Is PDF Oxide free for commercial use?

Yes. PDF Oxide is MIT licensed — free for all uses including commercial products, SaaS, and proprietary software. No license fees, no sales calls, no AGPL restrictions.

Can PDF Oxide handle scanned PDFs with OCR?

Yes. PDF Oxide includes built-in OCR via PaddleOCR and ONNX Runtime. No Tesseract installation needed — just pip install pdf_oxide and use extract_text_ocr(). Supports PP-OCRv3, v4, and v5 models.
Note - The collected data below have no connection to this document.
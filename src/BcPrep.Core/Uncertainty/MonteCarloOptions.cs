namespace BcPrep.Uncertainty;

/// <summary>Options of <see cref="MonteCarloPropagation"/>; change with <c>with</c>.</summary>
/// <param name="Seed">Seed of the System.Random stream; same seed, same inputs → same result.</param>
/// <param name="CoverageProbability">p of the coverage intervals, in (0, 1).</param>
/// <param name="FixedTrials">When set, run exactly this many trials (≥ 2) instead of the adaptive procedure.</param>
/// <param name="SignificantDigits">n_dig of the adaptive procedure (JCGM 101 7.9.2), 1 or 2 in practice.</param>
/// <param name="MaxTrials">Upper bound on trials of the adaptive procedure; reaching it sets <see cref="MonteCarloResult.Converged"/> false.</param>
public sealed record MonteCarloOptions(
    int Seed = 1,
    double CoverageProbability = 0.95,
    int? FixedTrials = null,
    int SignificantDigits = 2,
    int MaxTrials = 5_000_000)
{
    public static MonteCarloOptions Default { get; } = new();
}
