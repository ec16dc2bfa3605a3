using System.Runtime.CompilerServices;

namespace BcPrep.Uncertainty;

/// <summary>
/// The lagged products r(k) = Σᵢ dᵢ dᵢ₊ₖ (d = x − mean) of the far lags k ≥ K of a window of n samples, and only
/// those: r(K + j) = Σᵢ aᵢ bᵢ₊ⱼ with a = d[0, m) and b = d[K, n), m = n − K, the cross-correlation of the window's
/// first m deviations with its last m. Both travel in one complex transform of M ≥ 2m points, z = a + i·b, so no sum
/// wraps around: A(f) = (Z(f) + Z*(M − f))/2, B(f) = (Z(f) − Z*(M − f))/(2i), and the inverse transform of A*(f)·B(f)
/// (Hermitian, so its result is real) holds M·r(K + j) at index j. With K = size − n + 1 of a whole-window
/// transform of size points, which gives the lags below K (<see cref="FftAutocorrelation.UnnormalisedLags(ReadOnlySpan{double}, double, int)"/>),
/// the two cover every lag with transforms of at most half the points of the one whole-window transform that
/// zero-pads to 2n.
/// </summary>
internal static class FarLagSums
{
    /// <summary>
    /// Writes M·r(<paramref name="firstLag"/> + j), j &lt; n − firstLag, into <paramref name="re"/>[j] (M =
    /// <paramref name="points"/>, a power of two ≥ 2(n − firstLag)); <paramref name="re"/> and <paramref name="im"/> hold
    /// at least M values and are overwritten.
    /// </summary>
    [MethodImpl(MethodImplOptions.AggressiveOptimization)]
    public static void Compute(ReadOnlySpan<double> samples, double mean, int firstLag, double[] re, double[] im, int points)
    {
        var n = samples.Length;
        var m = n - firstLag;
        if (firstLag < 1 || m < 1 || points < 2 * m || (points & (points - 1)) != 0 || re.Length < points || im.Length < points)
        {
            throw new ArgumentException($"Far lags from {firstLag} of {n} samples need a power of two ≥ {2 * Math.Max(m, 1)} points within the arrays, not {points}.", nameof(points));
        }
        for (var i = 0; i < m; i++)
        {
            re[i] = samples[i] - mean;
            im[i] = samples[firstLag + i] - mean;
        }
        Array.Clear(re, m, points - m);
        Array.Clear(im, m, points - m);
        RadixTwoFft.Transform(re, im, points, inverse: false);
        for (var f = 0; f <= points / 2; f++)
        {
            var g = (points - f) & (points - 1);
            var (sRe, sIm) = CrossSpectrum(re[f], im[f], re[g], im[g]);
            // S(M − f) = S*(f): the pair is written together, in place.
            re[f] = sRe;
            im[f] = sIm;
            re[g] = sRe;
            im[g] = -sIm;
        }
        RadixTwoFft.Transform(re, im, points, inverse: true);
    }

    /// <summary>A*(f)·B(f) from Z(f) = (p, q) and Z(M − f) = (r, s).</summary>
    private static (double Re, double Im) CrossSpectrum(double p, double q, double r, double s)
    {
        var aRe = 0.5 * (p + r);
        var aIm = 0.5 * (q - s);
        var bRe = 0.5 * (q + s);
        var bIm = -0.5 * (p - r);
        return ((aRe * bRe) + (aIm * bIm), (aRe * bIm) - (aIm * bRe));
    }
}
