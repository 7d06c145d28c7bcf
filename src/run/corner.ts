import type { Design } from '../design/types.js';
import type { Corner } from '../corners/types.js';
import type { FhaResult } from '../fha/types.js';
import type { SimEngine } from '../engine/types.js';
import type { Waveforms } from '../measure/types.js';
import type { CornerResult, SimSummary, WaveformExcerpt } from '../report/types.js';
import { fhaSeed } from '../netlist/seed.js';
import { compareCorner } from '../compare/compare.js';
import { simulateSteady, WINDOW_CYCLES } from './steady.js';
import { fhaSlope, regulate } from './regulate.js';
import { excerpt } from '../report/excerpt.js';

export interface CornerRunOptions {
  signal?: AbortSignal;
  timeoutMs?: number;
}

export interface CornerOutcome {
  result: CornerResult;
  waveform?: WaveformExcerpt;
}

export function cornerInputs(c: Corner): CornerResult['inputs'] {
  return { vin: c.vin, load: c.load, loadLabel: c.loadLabel, iout: c.iout, pout: c.pout, fs: c.fs, lr: c.lr, cr: c.cr, lm: c.lm, turnsRatio: c.turnsRatio, tolerance: c.tolerance };
}

/** Start frequency of a regulated search: the FHA solution, or the zero-phase boundary when FHA finds none. */
function startFrequency(fha: FhaResult): number {
  return fha.fs ?? fha.fsZeroPhase;
}

/**
 * Simulate one corner to a verified steady state (regulated: at the frequency that meets
 * output.voltage), measure it and compare it with FHA. Never throws for simulator problems:
 * they come back as a failed corner with the simulator's reason.
 */
export async function simulateCorner(engine: SimEngine, design: Design, corner: Corner, fha: FhaResult,
  opts: CornerRunOptions = {}): Promise<CornerOutcome> {
  const regulated = corner.fs === null;
  const steadyOpts = { tolerance: design.simulation.settleTolerance, maxCycles: design.simulation.maxCycles, signal: opts.signal, timeoutMs: opts.timeoutMs };
  const fs0 = regulated ? startFrequency(fha) : corner.fs!;
  const vo0 = regulated ? design.output.voltage : fha.vout ?? design.output.voltage;
  const seed = fhaSeed(design, corner, fs0, vo0);
  const base = { id: corner.id, inputs: cornerInputs(corner), fha };
  let steady;
  let simulations = 1;
  let cycles;
  let runs;
  let regulationMet = true;
  if (regulated) {
    const r = await regulate(engine, design, corner, fs0, seed, fhaSlope(design, corner, fs0), steadyOpts);
    ({ steady, simulations, cycles, runs } = r);
    regulationMet = r.met;
  } else {
    steady = await simulateSteady(engine, design, corner, fs0, seed, steadyOpts);
    ({ cycles, runs } = steady);
  }
  if (!steady.ok || !steady.metrics) {
    const f = steady.failure ?? { kind: 'engine', message: 'no result' };
    return { result: { ...base, sim: null, comparison: [], divergences: [], status: 'failed',
      failure: { kind: f.kind, message: f.message, ...(f.detail ? { detail: f.detail } : {}) } } };
  }
  const sim: SimSummary = { ...steady.metrics, cycles, runs, simulations, settled: steady.settled, settleError: steady.settleError, fromCache: false };
  const cmp = compareCorner(design, fha, steady.metrics, regulated);
  let status: CornerResult['status'] = !steady.settled ? 'not-settled' : cmp.divergences.length ? 'diverged' : 'ok';
  const result: CornerResult = { ...base, sim, comparison: cmp.rows, divergences: cmp.divergences, status };
  if (!regulationMet) {
    status = 'failed';
    result.status = status;
    result.failure = { kind: 'regulation', message: `no switching frequency met ${design.output.voltage} V within 0.5 % in ${simulations} simulations (closest ${steady.metrics.vout.toPrecision(5)} V at ${(steady.fs / 1e3).toPrecision(5)} kHz)` };
  }
  return { result, waveform: excerpt(corner.id, steady.waveforms as Waveforms, steady.windowStart, WINDOW_CYCLES) };
}
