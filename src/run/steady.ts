import type { Design } from '../design/types.js';
import type { Corner } from '../corners/types.js';
import type { SimEngine, SimFailure, Attempt } from '../engine/types.js';
import type { DeckSeed, StepProfile } from '../netlist/types.js';
import type { SimMetrics, Waveforms } from '../measure/types.js';
import { buildDeck, STEP_PROFILES } from '../netlist/deck.js';
import { runWithRetries, addRshunt, switchIntegrationMethod, type RetryRung } from '../engine/retry.js';
import { finalState, toWaveforms } from '../netlist/waveforms.js';
import { makeSpan, measure, spanAverage } from '../measure/index.js';
import { predictCorner } from '../fha/predict.js';

/**
 * Retry ladder for convergence failures (they fail within milliseconds, so retrying is cheap):
 * a stronger shunt conductance, the other integration method, then a zero-state start.
 */
export const RETRY_RUNGS: readonly RetryRung[] = [
  { label: 'rshunt=1e7', transform: (d) => addRshunt(d, 1e7) },
  { label: 'other integration method', transform: switchIntegrationMethod },
  { label: 'zero-state start', transform: (d) => d.replace(/ ic=[^ \n]+/g, ' ic=0') },
];

/** Settling windows: each run simulates two windows of this many whole cycles. */
export const WINDOW_CYCLES = 10;

export interface SteadyOptions {
  /** Relative settle tolerance (design.simulation.settleTolerance). */
  tolerance: number;
  /** Cycle cap for this operating point. */
  maxCycles: number;
  /** Per-run wall-clock limit, ms; default from the cycle count. */
  timeoutMs?: number;
  signal?: AbortSignal;
  profile?: StepProfile;
}

export interface SteadyResult {
  fs: number;
  ok: boolean;
  failure?: SimFailure & { detail?: string };
  settled: boolean;
  /** Larger of the window-to-window change and the charge-balance drift estimate (both relative). */
  settleError: number;
  cycles: number;
  runs: number;
  metrics?: SimMetrics;
  waveforms?: Waveforms;
  /** Start of the measurement window, s (the last WINDOW_CYCLES cycles of the final run). */
  windowStart: number;
  state?: DeckSeed;
  attempts: Attempt[];
}

/**
 * Time constant of the slow output mode, s: Co (RL || Rth), where Rth = -dVo/dIo is the
 * converter's output resistance at this frequency from FHA (twice that, as FHA may err), capped
 * at RL Co. It turns a measured output slope into the error that is left to settle.
 */
export function outputTimeConstant(design: Design, corner: Corner, fs: number): number {
  const rl = corner.load;
  const vo = (r: number) => predictCorner(design, { ...corner, fs, load: r }).vout ?? 0;
  const v1 = vo(rl);
  const v2 = vo(rl * 1.01);
  const rth = Math.max(0, (2 * -(v2 - v1)) / (v2 / (rl * 1.01) - v1 / rl));
  const par = Number.isFinite(rth) ? (rth * rl) / (rth + rl || 1) : rl;
  return design.output.capacitance * Math.min(Math.max(par, 0), rl);
}

/**
 * Settling error of one run with two windows of whole cycles: the larger of the change between the
 * window averages, |a2 - a1| / a2, and the error still to come if the output keeps moving at that
 * rate for one output time constant, |a2 - a1| / (window length) * tau / a2. The second term keeps a
 * slow first-order drift from passing as settled just because two short windows look alike.
 */
export function settleError(w: Waveforms, t0: number, period: number, cycles: number, tau: number): number {
  const t1 = t0 + cycles * period;
  const t2 = t1 + cycles * period;
  const a1 = spanAverage(makeSpan(w.t, t0, t1), w.vout);
  const a2 = spanAverage(makeSpan(w.t, t1, t2), w.vout);
  const change = Math.abs(a2 - a1) / Math.abs(a2);
  return Math.max(change, (change * tau) / (t2 - t1));
}

/**
 * Simulate one operating point until it is verified to be in steady state: each run covers two
 * windows of WINDOW_CYCLES cycles; a run that has not settled is continued from its final state,
 * until the settle error is below tolerance or the cycle cap is reached ("not settled").
 */
export async function simulateSteady(engine: SimEngine, design: Design, corner: Corner, fs: number,
  seed: DeckSeed, opts: SteadyOptions): Promise<SteadyResult> {
  const K = WINDOW_CYCLES;
  const period = 1 / fs;
  const profile = opts.profile ?? STEP_PROFILES[design.simulation.accuracy];
  const attempts: Attempt[] = [];
  let state = seed;
  const tau = outputTimeConstant(design, corner, fs);
  let cycles = 0;
  let runs = 0;
  let last: Omit<SteadyResult, 'cycles' | 'runs' | 'attempts' | 'fs'> | undefined;
  while (cycles + 2 * K <= Math.max(opts.maxCycles, 2 * K)) {
    const deck = buildDeck({ design, corner, fs, seed: state, cycles: 2 * K, saveCycles: 2 * K, profile });
    const timeoutMs = opts.timeoutMs ?? Math.max(30_000, 2 * K * 100 * (profile.stepsPerPeriod / 350));
    const res = await runWithRetries(engine, { id: corner.id, deck: deck.text, timeoutMs, signal: opts.signal }, RETRY_RUNGS);
    runs++;
    cycles += 2 * K;
    attempts.push(...res.attempts);
    if (!res.ok) {
      const detail = res.diagnostics.filter((d) => d.level === 'error').map((d) => d.text).slice(-5).join('\n');
      return { fs, ok: false, failure: { ...res.failure!, detail }, settled: false, settleError: NaN, cycles, runs, windowStart: 0, attempts };
    }
    const w = toWaveforms(design, corner, fs, res.vectors);
    const err = settleError(w, deck.tstart, period, K, tau);
    state = finalState(w, res.vectors);
    last = { ok: true, settled: err <= opts.tolerance, settleError: err, waveforms: w, windowStart: deck.tstart + K * period, state };
    if (last.settled) break;
  }
  if (!last) return { fs, ok: false, failure: { kind: 'input', message: 'cycle cap below one run' }, settled: false, settleError: NaN, cycles, runs, windowStart: 0, attempts };
  const metrics = measure(last.waveforms!, { tStart: last.windowStart, cycles: K }, { zvsThreshold: design.simulation.zvsThreshold });
  return { fs, ...last, metrics, cycles, runs, attempts };
}
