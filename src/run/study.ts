import type { Design } from '../design/types.js';
import type { Corner } from '../corners/types.js';
import type { SimEngine } from '../engine/types.js';
import type { CornerResult, Results, WaveformExcerpt } from '../results/types.js';
import { compareCorner } from '../compare/compare.js';
import { evaluateLimits } from '../limits/evaluate.js';
import { envelope, failed as failedCorner, simulated } from '../results/build.js';
import { simulateCorner, type CornerOutcome } from './corner.js';
import type { StartPoint } from '../plan/start.js';
import { planStudy, type PlanItem, type StudyPlan } from '../plan/plan.js';
import { shardItems, type ShardSpec } from '../plan/shard.js';
import { mapPool } from '../engine/pool.js';
import { withIdeal } from '../ideal/index.js';
import { attachMeasured, measuredReport, type MeasuredPoint } from '../measured/index.js';
import { monteCarloStatistics } from '../statistics/index.js';

export interface StudyProgress {
  /** Monte Carlo runs: screening every corner, then confirming the picked ones by simulation. */
  phase?: 'screening' | 'confirming';
  done: number;
  failed: number;
  total: number;
  id: string;
  status: CornerResult['status'];
}

/** Corner-level result cache (content-addressed by the caller's key). */
export interface CornerCache {
  key(design: Design, corner: Corner, engineVersion: string, start: StartPoint): string;
  /** The stored outcome of `cornerId` under `key`; undefined is a miss (also for an entry that fails its checks). */
  get(key: string, cornerId: string): Promise<CornerOutcome | undefined>;
  set(key: string, value: CornerOutcome): Promise<void>;
}

export interface StudyOptions {
  engine: SimEngine;
  /** Corners simulated at once. @default 1 */
  jobs?: number;
  /** Glob on corner ids. */
  only?: string;
  signal?: AbortSignal;
  cache?: CornerCache;
  onProgress?: (p: StudyProgress) => void;
  timeoutMs?: number;
  /** Measured prototype points: each becomes a fixed-frequency corner beside the design's own. */
  measured?: { file: string; points: readonly MeasuredPoint[] };
  /** Run only this shard of the plan (1-based index K of N); the results carry `shard`. */
  shard?: ShardSpec & { fingerprint: string };
}

/** Facts of one run that are not part of the (deterministic) results: what came from the cache. */
export interface RunFacts {
  /** Corners taken from the cache, in corner order. */
  fromCache: string[];
  /** Operating points simulated by this run (cached corners excluded). */
  simulated: number;
}

export interface StudyOutput {
  results: Results;
  waveforms: WaveformExcerpt[];
  run: RunFacts;
}

/** FHA-only results (no engine): every corner predicted (Monte Carlo: screened, with statistics). */
export function predictStudy(design: Design, only?: string): Results {
  const plan = planStudy(design, { only });
  const corners = plan.items.map((it) => it.prediction);
  const results = envelope(design, corners, { engine: null });
  return plan.monteCarlo ? { ...results, statistics: monteCarloStatistics(corners, plan.monteCarlo.facts) } : results;
}

/** Run every corner of a design (see runPlan). */
export async function runStudy(design: Design, opts: StudyOptions): Promise<StudyOutput> {
  return runPlan(design, planStudy(design, { only: opts.only, measured: opts.measured }), opts);
}

/**
 * Run a plan (or one shard of it): FHA, decks, engine, measurement and the cross-check for every
 * item to simulate; screened Monte Carlo corners keep their screening. A corner that fails is
 * reported as failed and the others go on; when the signal aborts, finished corners are kept, the
 * rest keep their prediction and the results are marked incomplete.
 */
export async function runPlan(design: Design, plan: StudyPlan, opts: StudyOptions): Promise<StudyOutput> {
  const items = opts.shard ? shardItems(plan.items.map((it) => it.cost), opts.shard).map((i) => plan.items[i]!) : plan.items;
  const work = items.filter((it) => it.simulate);
  const engineVersion = await opts.engine.version();
  const outcomes = new Map<number, CornerOutcome>();
  let done = 0;
  let failed = 0;
  const cached = new Set<number>();
  if (plan.monteCarlo) {
    items.forEach((it, i) => opts.onProgress?.({ phase: 'screening', done: i + 1, failed: 0, total: items.length, id: it.corner.id, status: it.prediction.status }));
  }
  const phase = plan.monteCarlo ? { phase: 'confirming' as const } : {};
  await mapPool(work, opts.jobs ?? 1, async (item) => {
    if (opts.signal?.aborted) return;
    const out = await simulateItem(design, item, engineVersion, opts, () => cached.add(item.index));
    if (!out) return;
    outcomes.set(item.index, out);
    done++;
    if (out.result.status === 'failed') failed++;
    opts.onProgress?.({ ...phase, done, failed, total: work.length, id: item.corner.id, status: out.result.status });
  }, opts.signal).catch((e: unknown) => {
    if (!opts.signal?.aborted) throw e;
  });
  // a corner never started keeps its prediction (a screened one its screening)
  const results: CornerResult[] = items.map((it) => outcomes.get(it.index)?.result ?? it.prediction)
    .map((r) => (plan.measured?.points.has(r.id) ? attachMeasured(r, plan.measured.points.get(r.id)!, design.compare.measured) : r));
  const incomplete = work.some((it) => !outcomes.has(it.index));
  const results_ = assembleResults(design, plan, results, { engine: { name: opts.engine.name, version: engineVersion }, incomplete });
  if (opts.shard) {
    results_.shard = { index: opts.shard.index, count: opts.shard.count, total: plan.items.length, items: items.map((it) => it.index), fingerprint: opts.shard.fingerprint };
  }
  return {
    results: results_,
    waveforms: items.flatMap((it) => outcomes.get(it.index)?.waveform ?? []),
    run: {
      fromCache: items.filter((it) => cached.has(it.index)).map((it) => it.corner.id),
      simulated: items.reduce((s, it) => s + (outcomes.get(it.index)?.result.sim && !cached.has(it.index) ? outcomes.get(it.index)!.result.sim!.simulations : 0), 0),
    },
  };
}

/**
 * The results file around a study's corners: the envelope, then the measured-points report and the
 * Monte Carlo statistics, both computed from the corners alone (so `merge` gets the same bytes).
 */
export function assembleResults(design: { name: string; file?: string | null; compare: Design['compare'] }, plan: Pick<StudyPlan, 'monteCarlo' | 'measured'>,
  corners: CornerResult[], facts: Parameters<typeof envelope>[2]): Results {
  const env = envelope(design, corners, facts);
  if (plan.measured) env.measured = measuredReport(env, plan.measured.file, design.compare.measured);
  if (plan.monteCarlo) env.statistics = monteCarloStatistics(corners, plan.monteCarlo.facts);
  return env;
}

/** Simulate one plan item, or take it from the cache; undefined when interrupted. */
async function simulateItem(design: Design, item: PlanItem, engineVersion: string, opts: StudyOptions, onCached: () => void): Promise<CornerOutcome | undefined> {
  const { corner, fha, ideal, start } = item;
  const key = opts.cache?.key(design, corner, engineVersion, start!);
  const hit = key ? await opts.cache!.get(key, corner.id) : undefined;
  if (hit) {
    onCached();
    return refreshComparison(design, item, hit);
  }
  const out = await simulateCorner(opts.engine, design, corner, fha, { signal: opts.signal, timeoutMs: opts.timeoutMs, start: start!, ideal })
    .catch((e: unknown): CornerOutcome => ({ result: withIdeal(failedCorner(corner, fha, { kind: 'measurement', message: e instanceof Error ? e.message : String(e) }, undefined,
      evaluateLimits(design, corner.vin, fha, null, ideal.ideal)), ideal) }));
  if (opts.signal?.aborted && out.result.status === 'failed') return undefined; // interrupted, not a simulator failure
  if (key && out.result.failure?.kind !== 'timeout') await opts.cache!.set(key, out);
  return out;
}

/** A cached simulation is compared again with the current tolerances and limits (they may have changed). */
function refreshComparison(design: Design, item: PlanItem, out: CornerOutcome): CornerOutcome {
  const { corner, fha, ideal } = item;
  const r = withIdeal(out.result, ideal);
  if (!r.sim || r.status === 'failed') return { ...out, result: { ...r, fha, checks: evaluateLimits(design, corner.vin, fha, r.sim, ideal.ideal) } };
  const cmp = compareCorner(design, fha, r.sim, corner.fs === null, ideal.ideal);
  const checks = evaluateLimits(design, corner.vin, fha, r.sim, ideal.ideal);
  return { ...out, result: withIdeal({ ...r, ...simulated(corner, fha, { sim: r.sim, comparison: cmp.rows, divergences: cmp.divergences, checks }) }, ideal) };
}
Does PDF Oxide support XFA forms?

Yes. PDF Oxide is the only Python PDF library that can detect, analyze, and extract data from XFA forms (XML Forms Architecture). PyMuPDF, pypdf, pdfplumber, and pdfminer cannot read XFA form data.

How does PDF Oxide compare to PyMuPDF?

PDF Oxide is 5.8× faster than PyMuPDF (0.8ms vs 4.6ms mean), has a 100% pass rate vs 99.3%, and is MIT licensed vs PyMuPDF's AGPL-3.0. PDF Oxide also has built-in Markdown/HTML output and XFA form support that PyMuPDF lacks.

Can PDF Oxide convert PDF to Markdown?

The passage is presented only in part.